Moody's changes outlook on Georgia from stable to positive
By Gvantsa Gabekhadze
Wednesday, August 27
Moody's Investors Service has changed the outlook on Georgia's Ba3 sovereign rating from stable to positive. Concurrently, Moody's has affirmed Georgia's Ba3 rating.
“The key driver of today's outlook change is the entering into force of Georgia's Deep and Comprehensive Free Trade Agreement (DCFTA) with the EU, which Moody's expects will attract further foreign direct investment (FDI) and bolster the country's export performance. This should in turn support an improvement in Georgia's external position over the medium term,” the company statement reads.
The affirmation of the Ba3 rating reflects the combination of external vulnerability and geopolitical risks in the near term, as well as the volatile nature of the Georgian economy.
Minister of Economy Giorgi Kvirikashvili assessed this change as "very positive for the state.” He stressed that the change would make it easier for companies to attract credit resources.
"This refers both to financial institutions and those companies who have direct credit relations with international partners,” the minister said.
Deputy Head of the Economic Council Giorgi Kavelashvili admits that the promotion was due to the signing of the Associating Agreement with the EU.

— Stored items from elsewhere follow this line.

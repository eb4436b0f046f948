import type { Knex } from 'knex';

export interface NewStation {
  readonly teamId: string;
  readonly name: string;
  readonly latitude: number;
  readonly longitude: number;
  readonly elevationM: number;
  readonly utcOffsetMin: number;
  readonly zone: string;
  readonly wmoNumber: string | null;
}

export async function insertStation(transaction: Knex.Transaction, station: NewStation): Promise<string> {
  const { rows } = await transaction.raw<{ rows: [{ id: string }] }>(
    `insert into stations (team_id, name, latitude, longitude, elevation_m, utc_offset_min, zone, wmo_number)
     values (:teamId, :name, :latitude, :longitude, :elevationM, :utcOffsetMin, :zone, :wmoNumber)
     returning id`,
    { ...station },
  );
  return rows[0].id;
}

/** One acceptance of a team at a time looks for its station, so that two files of one station never make it twice. */
export async function lockStationsOfTeam(transaction: Knex.Transaction, teamId: string): Promise<void> {
  await transaction.raw('select 1 from teams where teams.id = ? for no key update', [teamId]);
}

/**
 * The team's station that a file means: same WMO number or same name, and within the given distances; the nearest in height
 * when several are.
 */
export async function findStationLike(
  db: Knex,
  wanted: {
    teamId: string;
    name: string;
    wmoNumber: string | null;
    latitude: number;
    longitude: number;
    elevationM: number;
    withinDeg: number;
    withinM: number;
  },
): Promise<string | null> {
  const { rows } = await db.raw<{ rows: { id: string }[] }>(
    `select stations.id
     from stations
     where stations.team_id = :teamId and stations.merged_into is null
       and (stations.wmo_number = :wmoNumber or lower(stations.name) = lower(:name))
       and abs(stations.latitude - :latitude) <= :withinDeg
       and least(abs(stations.longitude - :longitude), 360 - abs(stations.longitude - :longitude)) <= :withinDeg
       and abs(stations.elevation_m - :elevationM) <= :withinM
     order by abs(stations.elevation_m - :elevationM), stations.created_at, stations.id
     limit 1`,
    wanted,
  );
  return rows[0]?.id ?? null;
}

export interface StationPlace {
  readonly name: string;
  readonly latitude: number;
  readonly longitude: number;
  readonly elevationM: number;
  readonly zone: string;
}

interface StationKey {
  readonly teamId: string;
  readonly stationId: string;
}

/** Where a station stands, held until the transaction ends; null when the team has none such, or it was merged. */
export async function lockStation(transaction: Knex.Transaction, key: StationKey): Promise<StationPlace | null> {
  const { rows } = await transaction.raw<{ rows: StationPlace[] }>(
    `select name, latitude, longitude, elevation_m as "elevationM", zone from stations
     where team_id = :teamId and id = :stationId and merged_into is null for no key update`,
    { ...key },
  );
  return rows[0] ?? null;
}

export async function setStationPlace(
  transaction: Knex.Transaction,
  place: StationKey & StationPlace & { utcOffsetMin: number },
): Promise<void> {
  await transaction.raw(
    `update stations set name = :name, latitude = :latitude, longitude = :longitude, elevation_m = :elevationM,
       zone = :zone, utc_offset_min = :utcOffsetMin
     where team_id = :teamId and id = :stationId`,
    { ...place },
  );
}

/** Accepted years of a station. */
export async function listYearsOfStation(db: Knex, key: StationKey): Promise<readonly string[]> {
  const { rows } = await db.raw<{ rows: { id: string }[] }>(
    `select weather_years.id from weather_years
     join weather_files on weather_files.id = weather_years.weather_file_id and weather_files.status = 'accepted'
     where weather_years.team_id = :teamId and weather_years.station_id = :stationId
     order by weather_years.id`,
    { ...key },
  );
  return rows.map(({ id }) => id);
}

/** Hands files, years and switched-off rules of a station over to another, and marks it as merged. */
export async function setMergedInto(
  transaction: Knex.Transaction,
  merge: StationKey & { intoId: string },
): Promise<void> {
  for (const table of ['weather_files', 'weather_years']) {
    await transaction.raw(
      `update ${table} set station_id = :intoId where team_id = :teamId and station_id = :stationId`,
      { ...merge },
    );
  }
  await transaction.raw(
    `insert into rules_off (team_id, station_id, rule, reason, set_by, set_at)
     select team_id, :intoId, rule, reason, set_by, set_at from rules_off
     where team_id = :teamId and station_id = :stationId
     on conflict (station_id, rule) do nothing`,
    { ...merge },
  );
  await transaction.raw('delete from rules_off where team_id = :teamId and station_id = :stationId', { ...merge });
  await transaction.raw(
    'update stations set merged_into = :intoId where team_id = :teamId and (id = :stationId or merged_into = :stationId)',
    { ...merge },
  );
}

export async function upsertRuleOff(
  transaction: Knex.Transaction,
  off: StationKey & { rule: string; reason: string; personId: string; at: Date },
): Promise<void> {
  await transaction.raw(
    `insert into rules_off (team_id, station_id, rule, reason, set_by, set_at)
     values (:teamId, :stationId, :rule, :reason, :personId, :at)
     on conflict (station_id, rule) do update
       set reason = excluded.reason, set_by = excluded.set_by, set_at = excluded.set_at`,
    { ...off },
  );
}

export async function deleteRuleOff(transaction: Knex.Transaction, key: StationKey & { rule: string }): Promise<void> {
  await transaction.raw('delete from rules_off where team_id = :teamId and station_id = :stationId and rule = :rule', {
    ...key,
  });
}
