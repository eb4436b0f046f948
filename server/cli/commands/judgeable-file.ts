import type { Brief } from '#engine/brief/brief.ts';
import type { JudgeYearInput } from '#engine/run/judge-year.ts';
import { readWeatherFile } from '#engine/weather-files/read-weather-file.ts';
import type { UsableReading } from '#engine/weather-files/weather-file-reading.ts';
import { presetBrief, presetNames } from '../../features/briefs/presets.ts';
import { zoneOfStation } from '../../features/stations/zone-of-station.ts';
import type { CommandContext, ExitCode } from '../command.ts';
import { readArguments, WrongUse } from './command-arguments.ts';
import { openFile } from './open-file.ts';
import { say } from './print-result.ts';
import { statedOptions } from './stated-options.ts';
import { type WeatherMember, weatherMembers } from './weather-members.ts';

/** A file with the preset that its year is to be judged by. */
export interface JudgeableFile {
  readonly file: string;
  readonly preset: string;
  readonly brief: Brief;
  readonly reading: UsableReading;
  /** The file's own place. */
  readonly place: Pick<JudgeYearInput, 'zone' | 'heightM' | 'position'>;
}

/**
 * Reads `FILE --brief PRESET` and the file. What it asks, and why it cannot be judged, is said on standard error.
 * @returns the exit code where there is nothing to judge: 1 refused, 3 not to be read
 * @throws WrongUse
 */
export async function openJudgeableFile({ args, callerDir }: CommandContext): Promise<JudgeableFile | ExitCode> {
  const stated = readArguments(args);
  const { files, strict, brief: preset } = stated;
  const [file, ...more] = files;
  if (file === undefined || more.length > 0) throw new WrongUse('Name one weather file.');
  if (strict) throw new WrongUse('--strict belongs to the command read.');
  if (preset === null) throw new WrongUse('Name the preset: --brief office.');
  const brief = namedBrief(preset);

  const bytes = await openFile(file, callerDir);
  if (typeof bytes === 'string') {
    say(bytes);
    return 3;
  }
  const members: WeatherMember[] = [];
  for await (const each of weatherMembers(file, bytes)) members.push(each);
  const [member] = members;
  if (member === undefined || members.length > 1 || typeof member.content === 'string') {
    say(
      typeof member?.content === 'string' ? member.content : `${file} holds ${members.length} weather files, not one.`,
    );
    return 1;
  }
  const reading = readWeatherFile(member.content, member.name, await statedOptions(stated, callerDir));
  if (reading.status === 'refused') {
    const reasons = reading.findings.filter(({ severity }) => severity === 'refuse');
    say([`${file} is refused:`, ...reasons.map(({ message }) => message)].join('\n'));
    return 1;
  }
  for (const { message } of reading.asks) say(`${file} asks: ${message}`);
  if (reading.hours === null) return 1;
  const place = placeOf(reading);
  if (place === null) {
    say(`${file} does not say where and how high it was recorded, so its hours cannot be judged.`);
    return 1;
  }
  return { file, preset, brief, reading, place };
}

/** @throws WrongUse when no preset has that name */
function namedBrief(name: string): Brief {
  if (presetNames().includes(name)) return presetBrief(name);
  throw new WrongUse(`There is no preset "${name}". The presets are ${presetNames().join(', ')}.`);
}

function placeOf({ station }: UsableReading): JudgeableFile['place'] | null {
  const { latitude, longitude, elevationM, utcOffsetH } = station;
  if (latitude === null || longitude === null || elevationM === null) return null;
  return {
    zone: zoneOfStation({ latitude, longitude, utcOffsetH: utcOffsetH ?? Math.round(longitude / 15) }),
    heightM: elevationM,
    position: { latitude, longitude },
  };
}
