import { mkdtemp, readFile, rm, writeFile } from 'node:fs/promises';
import os from 'node:os';
import path from 'node:path';
import { whyNoWeatherFile } from '../../features/weather/no-weather-file.ts';
import { GzipProblem, inflateGzip, isGzip } from '../../storage/inflate-gzip.ts';

/** A weather file to read: a file as it is, what a gzip file holds, or a member of a zip, `archive.zip!/member.epw`. */
export interface WeatherMember {
  readonly name: string;
  /** Its content, or why it cannot be had, in a sentence. */
  readonly content: Uint8Array | string;
}

/** The weather files in what was opened; what an archive holds beside them gives none. */
export async function* weatherMembers(name: string, bytes: Uint8Array): AsyncGenerator<WeatherMember> {
  if (isGzip(bytes)) yield { name, content: await inflated(bytes) };
  else if (bytes[0] === 0x50 && bytes[1] === 0x4b) yield* membersOfZip(name, bytes);
  else yield { name, content: bytes };
}

async function inflated(bytes: Uint8Array): Promise<Uint8Array | string> {
  try {
    return await inflateGzip(bytes);
  } catch (error) {
    if (error instanceof GzipProblem) return error.message;
    throw error;
  }
}

async function* membersOfZip(name: string, bytes: Uint8Array): AsyncGenerator<WeatherMember> {
  const { isZip, ZipProblem, zipMembers } = await import('../../storage/zip-members.ts');
  const folder = await mkdtemp(path.join(os.tmpdir(), 'muslin-read-'));
  const file = path.join(folder, 'archive');
  try {
    await writeFile(file, bytes, { mode: 0o600 });
    if (!(await isZip(file))) {
      yield { name, content: bytes };
      return;
    }
    for await (const member of zipMembers({ file, folder, unwanted: whyNoWeatherFile })) {
      const shown = `${name}!/${member.path}`;
      if (member.kind === 'member') yield* weatherMembers(shown, await readFile(member.temporaryPath));
      else if (whyNoWeatherFile(member.path) === null) yield { name: shown, content: member.why };
    }
  } catch (error) {
    if (!(error instanceof ZipProblem)) throw error;
    yield { name, content: error.message };
  } finally {
    await rm(folder, { recursive: true, force: true });
  }
}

“Through the agreement, the European market will be opened for Georgian entrepreneurs; the export rate will be raised and there will be a flow of investment into the country.
Economic analysts stress that the Moody’s is a very important international rating organization and its recent rating of Georgia points at a stable economic-political situation in the country.
“When there are various confrontations in the region, the rating shows that there is a stable situation in the country that will attract investors,” economic analyst Irakli Lekvinadze says.
“Local and state organizations will have more access to international capital,” Lekvinadze added.
Fellow analyst Giorgi Kalandadze suggested that such outcomes are opportunities for Georgia to be oriented on development.
“However, the correct economic approach and the responsibility of state officials is required for achieving such a development,” Kalandadze said.
The analysts claim that the rating will not have an abrupt positive influence on Georgian’s current socioeconomic situation. However, they state that in the long-term perspective, such ratings would encourage more investors in the country and the process will create jobs.